North Korean Leader Has His Own Cellular Network
Kim Jong Un and other high-ranking officials in North Korea have their own cellular network to help keep their conversations secure, according to a former telecommunications engineer who worked in the country.
The network was built to keep their conversations off the public cellular network and is a result of sanctions that prevent encryption technologies from being exported to the country, said Ahmed El-Noamany, a former senior technical director at North Korean cellular network Koryolink in an interview published on Thursday by the NK News website.
Koryolink is a joint venture between Egypt's Orascom Telecom and Media Technology (OTMT) and the North Korean government. It launched a 3G cellular network in 2009 that has gone on to attract around 2.5 million subscriptions -- about 10 percent of North Korea's population.
"They have another network for the VIPs that is totally separated from everything … a 3G network that is not accessible to normal users," El-Noamany told NK News.
The engineer, who worked in North Korea from 2011 to late 2013, said the network was built this way because sanctions prevented the export of encryption technology to North Korea. To overcome this, the country built a separate network.
"This is a special network which has its own things -- own algorithms, own operating system, own everything," he said.
His comments add somewhat to the mystery surrounding North Korea's complex telecommunications system.
The country runs a two-tier network with most subscribers only able to make and receive calls from domestic numbers. At the second tier, which includes lines at places like foreign embassies, international connectivity is offered but domestic calls are blocked.
The system is part of North Korea's strict controls that attempt to prevent information coming into the country from overseas. Both the fixed-line and cellular networks have the same two-tier structure. From cellphones, a network search inside Pyongyang reveals two networks, said Kazuteru Tamura, a Japanese journalist who has spent time investigating the system.

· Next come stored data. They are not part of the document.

"""The search against the plain second method, on random small shelves."""

from __future__ import annotations

import pytest

from crossplan.genetics.appearance import Observer
from crossplan.genetics.catalogue import default_catalogue
from crossplan.schemes.forms import ShelfIndex, reduce_shelf
from crossplan.schemes.scheme import Node
from crossplan.schemes.search import Status, find_schemes
from tests.schemes import brute_force
from tests.schemes.random_shelves import random_case

CASES = 240
BATCH = 20
#: the plain method is slow: four stocks are tried to two generations, fewer to three
MOST_OF_FOUR_STOCKS = 2
MOST = 3


@pytest.fixture(scope="module")
def observer() -> Observer:
    return Observer(default_catalogue())


@pytest.mark.parametrize("first", range(0, CASES, BATCH))
def test_same_fewest_generations_as_the_plain_method(first: int, observer: Observer) -> None:
    for seed in range(first, first + BATCH):
        case = random_case(seed)
        most = MOST_OF_FOUR_STOCKS if len(case.stocks) > 3 else MOST
        expected = brute_force.fewest_generations(case.flies, dict(case.wanted), case.sex, most)
        shelf, _ = reduce_shelf(ShelfIndex(case.sources(), generations=most), case.wish())
        result = find_schemes(shelf, observer, most)
        assert result.generations == expected, f"seed {seed}: {case}"
        assert result.status is (Status.PROVED_MINIMAL if expected else Status.IMPOSSIBLE)
        assert all(isinstance(s, Node) and s.generation == expected for s in result.schemes)


def test_the_cases_are_not_all_alike() -> None:
    """The comparison is worth something only if the shelves give every answer from one to three generations, and none."""
    seen = set()
    for seed in range(CASES):
        case = random_case(seed)
        most = MOST_OF_FOUR_STOCKS if len(case.stocks) > 3 else MOST
        seen.add(brute_force.fewest_generations(case.flies, dict(case.wanted), case.sex, most))
        if seen == {None, 1, 2, 3}:
            return
    raise AssertionError(f"only {seen}")
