/// Returns `-z'Sz > 0` for a whole vector z if 3000 power steps find one, with S the only slack that could prove
/// t t' optimal for the relaxation: S_ij = C_ij, S t = 0. If z'Sz < 0, the relaxation's optimum is
/// strictly lower, since X_ii = 1 has a Slater point and S t = 0 determines the multipliers.
fn descent(planted: &Planted) -> Option<i128> {
    let n = planted.problem.blocks()[0].order;
    let t: Vec<i64> = planted.point[0].data.iter().map(|value| *value as i64).collect();
    let entries: Vec<(usize, usize, i64)> = planted
        .problem
        .cost()
        .part(0)
        .unwrap()
        .to_sparse()
        .iter()
        .map(|(i, j, entry)| (i, j, entry as i64))
        .collect();
    let mut diagonal = vec![0i64; n];
    for &(i, j, entry) in &entries {
        diagonal[i] -= entry * t[i] * t[j];
        diagonal[j] -= entry * t[i] * t[j];
    }
    let shift = 2.0 * diagonal.iter().map(|d| d.abs()).max().unwrap() as f64 + 20.0;
    let mut z: Vec<f64> = (0..n).map(|i| ((i * i + 3 * i) % 7) as f64 - 3.0).collect();
    for _ in 0..3000 {
        let mut image: Vec<f64> = (0..n).map(|i| (shift - diagonal[i] as f64) * z[i]).collect();
        for &(i, j, entry) in &entries {
            image[i] -= entry as f64 * z[j];
            image[j] -= entry as f64 * z[i];
        }
        let norm = image.iter().map(|v| v * v).sum::<f64>().sqrt();
        z = image.into_iter().map(|v| v / norm).collect();
    }
    let whole: Vec<i128> = z.iter().map(|v| (v * 1e6).round() as i128).collect();
    let mut form: i128 = (0..n).map(|i| i128::from(diagonal[i]) * whole[i] * whole[i]).sum();
    for &(i, j, entry) in &entries {
        form += 2 * i128::from(entry) * whole[i] * whole[j];
    }
    (form < 0).then_some(-form)
}

#[test]
fn the_gap_families_have_a_strictly_lower_relaxation() {
    for seed in 0..10 {
        for (id, pairs) in [
            ("lattice-tiles", vec![]),
            ("lattice-tiles", vec![("weights", word("mixed"))]),
            ("frustrated-loops", vec![]),
        ] {
            let planted = plant(id, seed, &pairs);
            assert!(descent(&planted).is_some(), "{id}, seed {seed}");
        }
    }
}

#[test]
fn many_loops_close_the_gap() {
    let closed = (0..10)
        .filter(|&seed| {
            let planted = plant("frustrated-loops", seed, &[("density", integer(20_000))]);
            descent(&planted).is_none()
        })
        .count();
    assert_eq!(closed, 10);
}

One network is accessible from cell phones with local SIM cards and the other from phones with SIM cards sold to tourists and foreign residents. Observers have assumed the two networks were all that were available in the country, and El-Noamany's comments question that assumption.
Recently, a competing cellular operator owned by the North Korean government began competing with Koryolink. It's unknown how or if the new network is related to that private government network mentioned in the interview.
North Korea maintains one of the strictest policies of control on information and people of any country on the planet. Most citizens are unable to travel overseas and even domestic travel is heavily restricted, with permission needed to enter the capital city of Pyongyang. Thousands of North Koreans have risked death to escape the country.